# {Daily News} Bigger Kobe is ready to lead...



## Petey (Aug 23, 2002)

http://www.dailynews.com/Stories/0,1413,200~20955~894527,00.html

Kobe adds on 15 pounds of muscle... What more can a fella do?

-Petey


----------



## Jamel Irief (May 19, 2002)

Damn no good muscle shot pictures in the article.

I assume it was added for more frontcourt minutes with Kareem Rush now aboard.


----------



## Petey (Aug 23, 2002)

Also with Gimpy Shaq... Perhaps he wanted to take a bigger role with rebounding?

-Petey


----------



## buduan (Jun 10, 2002)

Kobe's bigger:











And Shaq is smaller:











Looks like everybody is playing for second place this upcoming season. Fox and Fisher are supposed to be in the best shapes of their lives. Devean is apparently bigger also.

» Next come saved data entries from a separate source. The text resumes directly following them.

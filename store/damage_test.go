package store

import (
	"encoding/binary"
	"errors"
	"os"
	"path/filepath"
	"strings"
	"sync"
	"testing"
	"time"

	"github.com/gridloupe/gridloupe/metrics"
)

// bbolt's page header (from memory, bbolt internal/common/page.go): id
// uint64, flags uint16 (0x01 branch, 0x02 leaf, 0x04 meta, 0x10 freelist),
// count uint16, overflow uint32; little-endian on the platforms built here.
const (
	pageFlagsAt  = 8
	pageCountAt  = 10
	flagBranch   = 0x01
	flagLeaf     = 0x02
	testPageSize = 4096 // os.Getpagesize on linux/amd64, arm64 and armv7
)

// healthyStore writes a small store with records of every level, queued
// messages and an alarm state, closes it and returns its bytes.
func healthyStore(tb testing.TB, n int) []byte {
	tb.Helper()
	path := filepath.Join(tb.TempDir(), "healthy.db")
	db := openTest(tb, Options{Path: path})
	s := setup1([]int{1, 3, 5})
	if err := db.SetLayout(s); err != nil {
		tb.Fatal(err)
	}
	var recs []*metrics.Record
	for i := range n {
		for _, iv := range levels {
			recs = append(recs, smallRecord(s, iv, t0.Add(time.Duration(i)*3*time.Second), uint64(i)))
		}
	}
	if err := db.PutAggregates(recs); err != nil {
		tb.Fatal(err)
	}
	for i := range n / 4 {
		if _, err := db.Enqueue(msg(ClassTelemetry, strings.Repeat("x", 200+i))); err != nil {
			tb.Fatal(err)
		}
	}
	if _, err := db.CommitAlarm(AlarmState{Name: "thd-va", Raised: true, Since: t0}, msg(ClassAlarm, "{}")); err != nil {
		tb.Fatal(err)
	}
	if err := db.Close(); err != nil {
		tb.Fatal(err)
	}
	b, err := os.ReadFile(path)
	if err != nil {
		tb.Fatal(err)
	}
	return b
}

// pagesOf returns the ids of the pages whose flags are flag.
func pagesOf(b []byte, flag uint16) []int {
	var ids []int
	for id := 2; (id+1)*testPageSize <= len(b); id++ {
		if binary.LittleEndian.Uint16(b[id*testPageSize+pageFlagsAt:]) == flag {
			ids = append(ids, id)
		}
	}
	return ids
}

// useAll opens path both ways and reads everything; it returns the first error.
func useAll(path string) error {
	for _, ro := range []bool{true, false} {
		db, err := Open(Options{Path: path, ReadOnly: ro, NoSync: true, Timeout: time.Second})
		if err != nil {
			return err
		}
		var errs []error
		for _, iv := range levels {
			errs = append(errs, db.Query(iv, time.Time{}, time.Time{}, func(*metrics.Record) error { return nil }))
			_, err := db.Last(iv, 3)
			errs = append(errs, err)
		}
		_, err = db.Pending(0, 100)
		errs = append(errs, err)
		_, err = db.AlarmStates()
		errs = append(errs, err)
		if !ro {
			s := setup1([]int{1, 3, 5})
			errs = append(errs, db.SetLayout(s), db.PutAggregates([]*metrics.Record{smallRecord(s, metrics.Int3s, t0, 1)}))
			_, err = db.Prune(t0)
			errs = append(errs, err)
		}
		_ = db.Stats()
		errs = append(errs, db.Close())
		if err := errors.Join(errs...); err != nil {
			return err
		}
	}
	return nil
}

func TestDamagedStore(t *testing.T) {
	t.Parallel()
	good := healthyStore(t, 600)
	leaves, branches := pagesOf(good, flagLeaf), pagesOf(good, flagBranch)
	if len(leaves) < 3 || len(branches) < 1 {
		t.Fatalf("healthy store has %d leaf and %d branch pages; the cases need 3 and 1", len(leaves), len(branches))
	}
	patch := func(f func(b []byte) []byte) func() []byte {
		return func() []byte { return f(append([]byte(nil), good...)) }
	}
	cases := []struct {
		name string
		file func() []byte
	}{
		{"truncated to half", patch(func(b []byte) []byte { return b[:len(b)/2/testPageSize*testPageSize] })},
		{"truncated inside the last leaf", patch(func(b []byte) []byte { return b[:(leaves[len(leaves)-1]+1)*testPageSize-100] })},
		{"leaf page zeroed", patch(func(b []byte) []byte {
			clear(b[leaves[1]*testPageSize : (leaves[1]+1)*testPageSize])
			return b
		})},
		{"leaf page type changed", patch(func(b []byte) []byte {
			binary.LittleEndian.PutUint16(b[leaves[2]*testPageSize+pageFlagsAt:], 0x20)
			return b
		})},
		{"leaf element count huge", patch(func(b []byte) []byte {
			binary.LittleEndian.PutUint16(b[leaves[0]*testPageSize+pageCountAt:], 0xffff)
			return b
		})},
		{"branch page filled with 0xff", patch(func(b []byte) []byte {
			p := b[branches[0]*testPageSize : (branches[0]+1)*testPageSize]
			for i := 16; i < len(p); i++ {
				p[i] = 0xff
			}
			return b
		})},
		{"both meta pages zeroed", patch(func(b []byte) []byte { clear(b[:2*testPageSize]); return b })},
		{"not a store at all", func() []byte { return []byte(strings.Repeat("site: north-weir-dc2\n", 600)) }},
	}
	for _, tc := range cases {
		t.Run(tc.name, func(t *testing.T) {
			t.Parallel()
			path := filepath.Join(t.TempDir(), "gridloupe.db")
			if err := os.WriteFile(path, tc.file(), 0o600); err != nil {
				t.Fatal(err)
			}
			err := useAll(path)
			if !errors.Is(err, ErrDamaged) {
				t.Fatalf("got %v, want ErrDamaged", err)
			}
			if !strings.Contains(err.Error(), path) || !strings.Contains(err.Error(), "damaged store") {
				t.Errorf("message %q does not say \"damaged store\" with the path", err)
			}
		})
	}
	t.Run("healthy", func(t *testing.T) {
		path := filepath.Join(t.TempDir(), "gridloupe.db")
		if err := os.WriteFile(path, good, 0o600); err != nil {
			t.Fatal(err)
		}
		if err := useAll(path); err != nil {
			t.Fatalf("healthy store: %v", err)
		}
	})
}

var (
	fuzzBaseOnce sync.Once
	fuzzBase     []byte
)

// FuzzDamagedStore patches a healthy store file with the fuzzer's bytes
// (each 3 bytes: a 2-byte offset in units of 7 bytes, then the new byte) and
// opens, queries, writes and closes it: errors are fine, a panic or a fault
// is not.
func FuzzDamagedStore(f *testing.F) {
	f.Add([]byte{0, 2, 0xff})
	f.Add([]byte{0x02, 0x49, 0x00, 0x04, 0x92, 0x7f})
	f.Add([]byte{0x09, 0x25, 0x10, 0x09, 0x26, 0xff, 0x12, 0x49, 0x03})
	f.Fuzz(func(t *testing.T, p []byte) {
		fuzzBaseOnce.Do(func() { fuzzBase = healthyStore(t, 200) })
		b := append([]byte(nil), fuzzBase...)
		for i := 0; i+2 < len(p); i += 3 {
			off := int(binary.BigEndian.Uint16(p[i:])) * 7 % len(b)
			b[off] = p[i+2]
		}
		path := filepath.Join(t.TempDir(), "fuzz.db")
		if err := os.WriteFile(path, b, 0o600); err != nil {
			t.Fatal(err)
		}
		_ = useAll(path)
	})
}

// TestOpenErrorWording: a store that cannot be read is not blamed on its
// folder's write permission (README, The store).
func TestOpenErrorWording(t *testing.T) {
	t.Parallel()
	dir := t.TempDir()
	existing := filepath.Join(dir, "g.db")
	if err := os.WriteFile(existing, nil, 0o600); err != nil {
		t.Fatal(err)
	}
	cases := []struct {
		name      string
		opts      Options
		want, not string
	}{
		{"read-only, unreadable", Options{Path: existing, ReadOnly: true}, "cannot read " + existing, "writable"},
		{"writable, file not permitted", Options{Path: existing}, "cannot open " + existing + " for reading and writing", "writable?"},
		{"writable, folder not permitted", Options{Path: filepath.Join(dir, "new.db")}, "is " + dir + " writable?", "for reading"},
	}
	for _, tc := range cases {
		got := openError(tc.opts, os.ErrPermission).Error()
		if !strings.Contains(got, tc.want) || strings.Contains(got, tc.not) {
			t.Errorf("%s: %q, want %q and not %q", tc.name, got, tc.want, tc.not)
		}
	}
}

The 2 photos above were taken yesterday during media day.


----------



## Guest (Oct 1, 2002)

You just can't help but be so darn proud of these two guys. They are so passionate about making a dynasty with the Lakers and it makes me really proud to see Kobe Bryant trying to mature and as if he wasn't already in great shape, he is even better now. Bryant is going to prove all his haters wrong, especially early on during the year. Shaq looks even more muscular, but maybe the main difference is that he is actually letting some hair grow on his head.


----------



## DP (Jun 7, 2002)

Wow all I can say is 

*Go Lakers !!!*


----------



## Isle (Oct 1, 2002)

You had to think Kobe would get bigger as he grew older---so many baller players do.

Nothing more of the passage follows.